Hamburg - Wie sehen die Deutschen den Einsatz der Bundeswehr in Afghanistan? Etliche Umfragen legten bisher nahe: Die Stimmung an der Heimatfront ist mies.

Deutsche Soldaten in Afghanistan: Miese Stimmung an der Heimatfront?
REUTERS

Deutsche Soldaten in Afghanistan: Miese Stimmung an der Heimatfront?

Im Oktober 2007 etwa hießen nur 29 Prozent der Bevölkerung die Mission am Hindukusch gut - das jedenfalls hatten die Meinungsforscher vom Institut Allensbach für die "Frankfurter Allgemeine Zeitung" herausgefunden.

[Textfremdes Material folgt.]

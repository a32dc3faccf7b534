const SQRT2 = Math.SQRT2;
const TWO_OVER_SQRT_PI = 2 / Math.sqrt(Math.PI);
const SQRT_TWO_PI = Math.sqrt(2 * Math.PI);

/**
 * Complementary error function, good to about 1e-13 of its value down to the smallest double.
 *
 * @source series DLMF 7.6.2 below 2, continued fraction DLMF 7.9.3 above
 */
export function complementaryError(x: number): number {
  if (x < 0) return 2 - complementaryError(-x);
  if (x < 2) {
    let term = x;
    let sum = x;
    for (let n = 1; term > sum * 1e-17; n++) {
      term *= (2 * x * x) / (2 * n + 1);
      sum += term;
    }
    return 1 - TWO_OVER_SQRT_PI * Math.exp(-x * x) * sum;
  }
  let fraction = x;
  for (let n = 50; n >= 1; n--) fraction = x + n / 2 / fraction;
  return Math.exp(-x * x) / (Math.sqrt(Math.PI) * fraction);
}

/** Probability that a standard normal value is at most z. */
export function normalCumulative(z: number): number {
  return 0.5 * complementaryError(-z / SQRT2);
}

/** Probability that a standard normal value is at least |z| away from 0, kept exact in the tails. */
export function normalTwoSided(z: number): number {
  return complementaryError(Math.abs(z) / SQRT2);
}

/**
 * Standard normal value below which the given share lies, by Newton steps on the cumulative from a bracketed start.
 *
 * @param share above 0 and below 1
 * @example normalQuantile(0.975) // 1.959963984540054
 */
export function normalQuantile(share: number): number {
  if (share === 0.5) return 0;
  if (share > 0.5) return -normalQuantile(1 - share);
  let low = -39;
  let high = 0;
  let z = Math.max(low, -Math.sqrt(-2 * Math.log(2 * share)));
  for (let step = 0; step < 200; step++) {
    const excess = normalCumulative(z) - share;
    if (excess > 0) high = z;
    else low = z;
    const density = Math.exp((-z * z) / 2) / SQRT_TWO_PI;
    let next = z - excess / density;
    if (!(next > low && next < high)) next = (low + high) / 2;
    if (Math.abs(next - z) <= 4 * Number.EPSILON * Math.abs(z)) return next;
    z = next;
  }
  return z;
}
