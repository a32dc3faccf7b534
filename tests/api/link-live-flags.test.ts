/** What the people in the room see while a trial runs is what the book holds afterwards: the same flags, found twice. */
import { afterAll, beforeAll, describe, expect, it } from 'vitest';
import WebSocket from 'ws';
import { unpack } from 'msgpackr';
import { type LiveFromServer, liveFromServer, liveSamples } from '@shared/api/live';
import type { JudgedFlag } from '@shared/api/sessions';
import { channelNames } from '@shared/recording';
import { parseRig } from '@shared/rig';
import { ruleRevisions } from '@server/db/schema';
import { createSimulatedDevice, simulateRun, type RunOptions, type Upsets } from '@server/simulator';
import { heronFile, makeMiniLab, type MiniLab, startApp, type TestApp } from '../support/app';
import type { HttpClient } from '../support/http-client';

type Of<T extends LiveFromServer['type']> = Extract<LiveFromServer, { type: T }>;

let app: TestApp;
let lab: MiniLab;
let operator: HttpClient;
beforeAll(async () => {
  app = await startApp();
  lab = await makeMiniLab(app);
  operator = await app.signedIn(lab.people.operator);
});
afterAll(() => app.close());

/** A person with a trial's page open. */
async function viewer(trial: string): Promise<{ heard: LiveFromServer[]; samples: { timesS: Float64Array }[]; next<T extends LiveFromServer['type']>(type: T, fits?: (message: Of<T>) => boolean): Promise<Of<T>>; leave(): void }> {
  const socket = new WebSocket(`${app.url.replace('http', 'ws')}/live/v1`, { headers: { cookie: operator.cookie, origin: app.url } });
  const heard: LiveFromServer[] = [];
  const samples: { timesS: Float64Array }[] = [];
  const looks = new Set<() => void>();
  socket.on('message', (data: Buffer, isBinary) => {
    if (isBinary) samples.push({ timesS: new Float64Array(Uint8Array.from(liveSamples.parse(unpack(data)).timesS).buffer) });
    else heard.push(liveFromServer.parse(JSON.parse(data.toString())));
    for (const look of looks) look();
  });
  const next = <T extends LiveFromServer['type']>(type: T, fits: (message: Of<T>) => boolean = () => true): Promise<Of<T>> => new Promise((resolve) => {
    const look = (): void => {
      const found = heard.find((message): message is Of<T> => message.type === type && fits(message as Of<T>));
      if (found === undefined) return;
      looks.delete(look);
      resolve(found);
    };
    looks.add(look);
    look();
  });
  socket.once('open', () => socket.send(JSON.stringify({ type: 'join', room: `trial:${trial}` })));
  await next('joined');
  return { heard, samples, next, leave: () => socket.terminate() };
}

async function recorded(i: number, run: Partial<RunOptions>, upsets: Upsets) {
  const trial = lab.trialIds[i] as string;
  const watching = await viewer(trial);
  const device = createSimulatedDevice({
    url: app.url, key: lab.deviceKey, rig: { code: 'heron-8', revision: 1 }, channels: channelNames(8), humanDelayMs: [1, 2], reconnectMs: [10, 50], speed: 5, seed: 20 + i, upsets,
    source: () => simulateRun({ rig: parseRig(heronFile), task: 'pick-and-place', seed: 7 + i, durationS: 20, chunkSamples: 20, ...run }),
  });
  // The link may break before the welcome: a device that starts has to try again itself.
  while (device.state === 'idle') await device.connect().catch(() => undefined);
  // It may also be down just when the trial is armed: that is refused, and the operator tries again.
  await expect.poll(async () => (await operator.post(`/api/trials/${trial}/arm`, { deviceId: lab.deviceId })).status).toBe(200);
  await watching.next('trial', ({ state }) => state === 'stopped');
  await watching.next('found');
  const { body } = await operator.get<{ flags: JudgedFlag[] }>(`/api/trials/${trial}/flags`);
  await device.close();
  watching.leave();
  return { device, watching, stored: body.flags };
}

const told = (flags: readonly { kind: string; cable: number | null; startS: number; endS: number; peak: number | null }[]) =>
  flags.map(({ kind, cable, startS, endS, peak }) => ({ kind, cable, startS, endS, peak })).sort((a, b) => a.startS - b.startS || a.kind.localeCompare(b.kind) || (a.cable ?? 0) - (b.cable ?? 0));

const everything: RunOptions['troubles'] = [
  { kind: 'slack', cable: 3 }, { kind: 'saturation' }, { kind: 'oscillation' }, { kind: 'gap' }, { kind: 'slip', atS: 17 }, { kind: 'pretension' },
];

describe('flags of a running trial', () => {
  it('are those of the book afterwards, over a link that loses, repeats and breaks', { timeout: 240_000 }, async () => {
    const { device, watching, stored } = await recorded(0, { troubles: everything }, { lose: 0.03, repeat: 0.03, breakEveryS: 0.8 });
    expect(device.report().connections).toBeGreaterThan(1);
    const last = watching.heard.findLast((message) => message.type === 'flags');
    expect(last?.flags.every(({ open }) => !open)).toBe(true);
    expect(told(last?.flags ?? [])).toEqual(told(stored));
    expect([...new Set(stored.map(({ kind }) => kind))].sort()).toEqual(['gap', 'oscillation', 'saturation', 'slack', 'slip']);
    // They were told while they went on, not only at the end.
    expect(watching.heard.some((message) => message.type === 'flags' && message.flags.some(({ open }) => open))).toBe(true);
  });

  it('follow the rules of the study where it has its own', { timeout: 240_000 }, async () => {
    await app.open.db.insert(ruleRevisions).values({ studyId: lab.study.id, revision: 2, rules: { format: 'tautbook.rules/1', slack: { onsetN: 2.5, releaseN: 2.8, minDurationS: 0.02, mergeGapS: 0 }, oscillation: null, slip: null, saturation: null } });
    const { watching, stored } = await recorded(1, { troubles: everything }, {});
    expect(told(watching.heard.findLast((message) => message.type === 'flags')?.flags ?? [])).toEqual(told(stored));
    expect([...new Set(stored.map(({ kind }) => kind))].sort()).toEqual(['gap', 'slack']);
    // Above the default threshold of 0.5 N: these are slack by the study's rules alone.
    expect(stored.some(({ kind, peak }) => kind === 'slack' && peak !== null && peak > 0.5)).toBe(true);
  });
});

it('sends a viewer samples in order, about 250 a second of the trial, the newest within the last frame', { timeout: 240_000 }, async () => {
  const { watching } = await recorded(2, { troubles: [], durationS: 10 }, {});
  const times = watching.samples.flatMap(({ timesS }) => [...timesS]);
  expect(times.every((at, i) => i === 0 || at > (times[i - 1] as number))).toBe(true);
  expect(times.length).toBeGreaterThan(2000);
  expect(times.length).toBeLessThanOrEqual(2500);
  expect(times.at(-1)).toBeGreaterThan(9.9);
});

In eine ähnliche Richtung ging auch das Ergebnis einer Umfrage von Infratest vom Februar 2008 für den ARD-"Deutschlandtrend". Die Frage lautete: "Sollte die Bundeswehr weiterhin in Afghanistan stationiert bleiben, oder sollte sie sich möglichst schnell aus Afghanistan zurückziehen?" 55 Prozent antworteten: "möglichst schnell zurückziehen". Laut einer Erhebung von Emnid für "Bild am Sonntag" aus demselben Monat waren es sogar 61 Prozent, die fanden, die Bundeswehr solle sofort aus Afghanistan abrücken

Und nun verkündet das Sozialwissenschaftliche Institut der Bundeswehr in der "Bevölkerungsbefragung 2008": Zwei Drittel der Deutschen stehen dem Einsatz in Afghanistan zustimmend gegenüber.

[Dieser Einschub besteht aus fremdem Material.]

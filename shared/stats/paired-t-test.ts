import { NumericError } from '../rig/numeric-error';
import { meanAndDeviation } from './mean-and-deviation';
import { requirePairs } from './require-sample';
import { studentCritical, studentTwoSided } from './student-t';

export interface PairedTTest {
  readonly t: number;
  readonly df: number;
  /** Two-sided. */
  readonly p: number;
  /** Mean of a - b, in the unit of the data. */
  readonly meanDiff: number;
  readonly sdDiff: number;
  /** Standardised mean difference of the pairs, meanDiff / sdDiff. */
  readonly cohenDz: number;
  /** Interval of the mean difference, 95 %. */
  readonly ci95: [number, number];
}

/**
 * Paired t test: do the two values of a pair differ on average?
 *
 * Assumes that the differences are roughly normal or many; their number is the number of participants, not of trials.
 *
 * @param a, b values of the same participants in the same order
 * @throws NumericError BAD_REQUEST for lists of different length, TOO_SHORT below two pairs, UNDEFINED when all differences are equal
 * @source Student 1908; effect size d_z of Cohen 1988
 * @example R's `sleep` data: t -4.0621, df 9, p 0.002833
 */
export function pairedTTest(a: ArrayLike<number>, b: ArrayLike<number>): PairedTTest {
  requirePairs(a, b, 2, ['a', 'b']);
  const differences = Float64Array.from(a, (value, i) => value - (b[i] as number));
  const { n, mean, sd, constant } = meanAndDeviation(differences);
  if (constant || sd <= 4 * Number.EPSILON * largest(a, b)) {
    throw new NumericError('UNDEFINED', 'Every pair differs by the same amount, so there is no spread to compare the mean with.');
  }
  const df = n - 1;
  const standardError = sd / Math.sqrt(n);
  const t = mean / standardError;
  const reach = studentCritical(0.05, df) * standardError;
  return {
    t,
    df,
    p: studentTwoSided(t, df),
    meanDiff: mean,
    sdDiff: sd,
    cohenDz: mean / sd,
    ci95: [mean - reach, mean + reach],
  };
}

function largest(a: ArrayLike<number>, b: ArrayLike<number>): number {
  let size = 0;
  for (let i = 0; i < a.length; i++) size = Math.max(size, Math.abs(a[i] as number), Math.abs(b[i] as number));
  return size;
}
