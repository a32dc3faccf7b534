/** Judging flags: what stands, what was superseded, and two people at once. */
import { readFileSync } from 'node:fs';
import { afterAll, beforeAll, describe, expect, test } from 'vitest';
import type { Problem } from '@shared/api/common';
import type { Moment } from '@shared/api/review';
import type { Verdict } from '@shared/api/verdict';
import { makeMiniLab, startApp, type MiniLab, type TestApp } from '../support/app';
import type { HttpClient } from '../support/http-client';

let app: TestApp;
let lab: MiniLab;
let lead: HttpClient;
let second: HttpClient;
let operator: HttpClient;

beforeAll(async () => {
  app = await startApp();
  lab = await makeMiniLab(app);
  const other = await app.person('lead', 'Second Lead');
  await app.book.services.studies.setMember(lab.study.id, other.id, 'lead', true);
  [lead, second, operator] = await Promise.all([app.signedIn(lab.people.lead), app.signedIn(other), app.signedIn(lab.people.operator)]);
  // The reference recording: 17 incidents, of which 14 are flags of these kinds with a cable or a gap.
  const body = Uint8Array.from(readFileSync(new URL('../conformance/recordings/session-a.csv.gz', import.meta.url)));
  const filed = await operator.raw('POST', `/api/trials/${lab.trialIds[0]}/recording?fileName=session-a.csv.gz`, { body, headers: { 'content-type': 'application/gzip' } });
  await filed.text();
  await app.book.analysis.settled();
});
afterAll(() => app.close());

const moments = async (by: HttpClient = lead) => (await by.get<{ moments: Moment[] }>(`/api/studies/${lab.study.id}/moments`)).body.moments;
const give = (by: HttpClient, verdicts: { flagId: string; value: string; seen: string | null; reason?: string }[]) => by.post<{ verdicts: { flagId: string; verdict: Verdict | null; seen: string | null }[] } & Problem>(`/api/studies/${lab.study.id}/verdicts`, { verdicts });
const nth = async (n: number): Promise<Moment> => (await moments())[n] as Moment;

describe('the worklist of a study', () => {
  test('holds every flag with its trial, oldest first, none judged yet', async () => {
    const all = await moments();
    expect(all.length).toBeGreaterThanOrEqual(14);
    expect(all.map(({ startS }) => startS)).toEqual(all.map(({ startS }) => startS).sort((a, b) => a - b));
    expect(all[0]).toMatchObject({ kind: 'slack', cable: 4, trialId: lab.trialIds[0], trialNumber: 1, participantCode: 'K-001', visit: 1, verdict: null, seen: null, condition: { label: 'with cue' } });
  });

  test('shows a member who is blind the code of a condition alone', async () => {
    expect((await moments(second))[0]?.condition).toMatchObject({ blindCode: 'A', label: null });
  });
});

describe('a verdict', () => {
  test('is written with its author, reason and time, and stands', async () => {
    const flag = await nth(0);
    const { status, body } = await give(lead, [{ flagId: flag.id, value: 'confirmed', seen: null, reason: 'The cable hung visibly.' }]);
    expect(status).toBe(200);
    expect(body.verdicts[0]?.verdict).toMatchObject({ value: 'confirmed', reason: 'The cable hung visibly.', by: { name: 'lead' } });
    expect((await nth(0)).verdict).toEqual(body.verdicts[0]?.verdict);
  });

  test('is superseded by a later one, and both stay in the record', async () => {
    const flag = await nth(0);
    await give(second, [{ flagId: flag.id, value: 'dismissed', seen: flag.seen, reason: 'Within the tolerance of the sensor.' }]);
    expect((await nth(0)).verdict).toMatchObject({ value: 'dismissed', by: { name: 'Second Lead' } });
    const { body } = await lead.get<{ verdicts: Verdict[] }>(`/api/trials/${flag.trialId}/verdicts`);
    expect(body.verdicts.map(({ value }) => value)).toEqual(['confirmed', 'dismissed']);
  });

  test('that was taken back uncovers the one before', async () => {
    const flag = await nth(0);
    const { body } = await give(second, [{ flagId: flag.id, value: 'withdrawn', seen: flag.seen }]);
    expect(body.verdicts[0]?.verdict).toMatchObject({ value: 'confirmed', by: { name: 'lead' } });
    const now = await nth(0);
    await give(lead, [{ flagId: now.id, value: 'withdrawn', seen: now.seen }]);
    expect((await nth(0)).verdict).toBeNull();
  });

  test('given without having seen the newest is refused with what the other said; nothing of the batch is written', async () => {
    const [one, two] = [await nth(1), await nth(2)];
    await give(second, [{ flagId: one.id, value: 'unsure', seen: null, reason: 'I would ask the operator.' }]);
    const { status, body } = await give(lead, [{ flagId: two.id, value: 'confirmed', seen: null }, { flagId: one.id, value: 'confirmed', seen: null }]);
    expect(status).toBe(409);
    expect(body).toMatchObject({ code: 'VERDICT_NEWER', faults: [{ path: one.id, message: 'Second Lead: unsure, I would ask the operator.' }] });
    expect((await nth(2)).verdict).toBeNull();
  });

  test('of two people at the same instant: one is written, the other is told', async () => {
    const flag = await nth(3);
    const answers = await Promise.all([lead, second].map((by) => give(by, [{ flagId: flag.id, value: 'confirmed', seen: null }])));
    expect(answers.map(({ status }) => status).sort()).toEqual([200, 409]);
  });

  test('of somebody else cannot be taken back', async () => {
    const flag = await nth(1);
    expect((await give(lead, [{ flagId: flag.id, value: 'withdrawn', seen: flag.seen }])).body).toMatchObject({ code: 'VERDICT_NOT_YOURS', status: 409 });
  });

  test('goes to hundreds at once', async () => {
    const open = (await moments()).filter(({ verdict }) => verdict === null);
    const { status } = await give(lead, open.map(({ id, seen }) => ({ flagId: id, value: 'dismissed', seen })));
    expect(status).toBe(200);
    expect((await moments()).every(({ verdict }) => verdict !== null)).toBe(true);
  });

  test('is a lead’s: an operator who is not assigned is told so, a flag of another study reads as absent', async () => {
    const flag = await nth(0);
    expect((await give(operator, [{ flagId: flag.id, value: 'confirmed', seen: flag.seen }])).status).toBe(403);
    expect((await give(lead, [{ flagId: '01890000-0000-7000-8000-000000000000', value: 'confirmed', seen: null }])).body).toMatchObject({ code: 'FLAG_UNKNOWN', status: 404 });
    expect((await give(lead, [])).body).toMatchObject({ code: 'INVALID', status: 422 });
    expect((await give(lead, [{ flagId: flag.id, value: 'perhaps', seen: null }])).status).toBe(422);
  });

  test('on a trial that was taken out meanwhile is refused', async () => {
    const flag = await nth(0);
    await lead.delete(`/api/trials/${flag.trialId}`, { reason: 'The wrong participant.' });
    expect((await give(lead, [{ flagId: flag.id, value: 'confirmed', seen: flag.seen }])).body).toMatchObject({ code: 'FLAG_UNKNOWN' });
    expect(await moments()).toEqual([]);
  });
});
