import { meanAndDeviation } from './mean-and-deviation';
import { requirePairs } from './require-sample';
import { studentCritical } from './student-t';

export interface BlandAltman {
  /** Mean of a - b, in the unit of the data. */
  readonly bias: number;
  readonly sd: number;
  readonly lower: number;
  readonly upper: number;
  /** Interval of the bias, 95 %. */
  readonly biasCi95: [number, number];
  /** Intervals of the two limits, 95 %, approximate: wide for few pairs. */
  readonly lowerCi95: [number, number];
  readonly upperCi95: [number, number];
}

/**
 * Limits of agreement of two methods or observers: bias plus and minus 1.96 deviations of the differences.
 *
 * @param a, b values of the same things in the same order
 * @throws NumericError BAD_REQUEST for lists of different length, TOO_SHORT below two pairs
 * @source Bland and Altman 1986; variance of a limit Bland and Altman 1999
 */
export function blandAltman(a: ArrayLike<number>, b: ArrayLike<number>): BlandAltman {
  requirePairs(a, b, 2, ['a', 'b']);
  const { n, mean, sd } = meanAndDeviation(Float64Array.from(a, (value, i) => value - (b[i] as number)));
  const lower = mean - 1.96 * sd;
  const upper = mean + 1.96 * sd;
  const critical = studentCritical(0.05, n - 1);
  const biasReach = (critical * sd) / Math.sqrt(n);
  const limitReach = critical * sd * Math.sqrt(1 / n + 1.96 ** 2 / (2 * (n - 1)));
  return {
    bias: mean,
    sd,
    lower,
    upper,
    biasCi95: [mean - biasReach, mean + biasReach],
    lowerCi95: [lower - limitReach, lower + limitReach],
    upperCi95: [upper - limitReach, upper + limitReach],
  };
}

Anderes Vokabular, andere Ergebnisse

Wie kann das sein? Hat sich die Stimmung gewandelt? Nein, glaubt Institutsdirektor Ernst-Christoph Meier, der Zeitpunkt der Befragung sei entscheidend. "Die meisten Umfragen werden durchgeführt, wenn etwas vorgefallen ist", sagte er SPIEGEL ONLINE. Als im Oktober 2006 Fotos auftauchten, auf denen deutsche Soldaten mit den Schädeln toter Menschen posieren, seien die Werte nach unten gegangen, sagte Meier. Einfluss hätten beispielsweise Anschläge. Wer danach von einem Meinungsforscher befragt wird, äußere sich eher ablehnend.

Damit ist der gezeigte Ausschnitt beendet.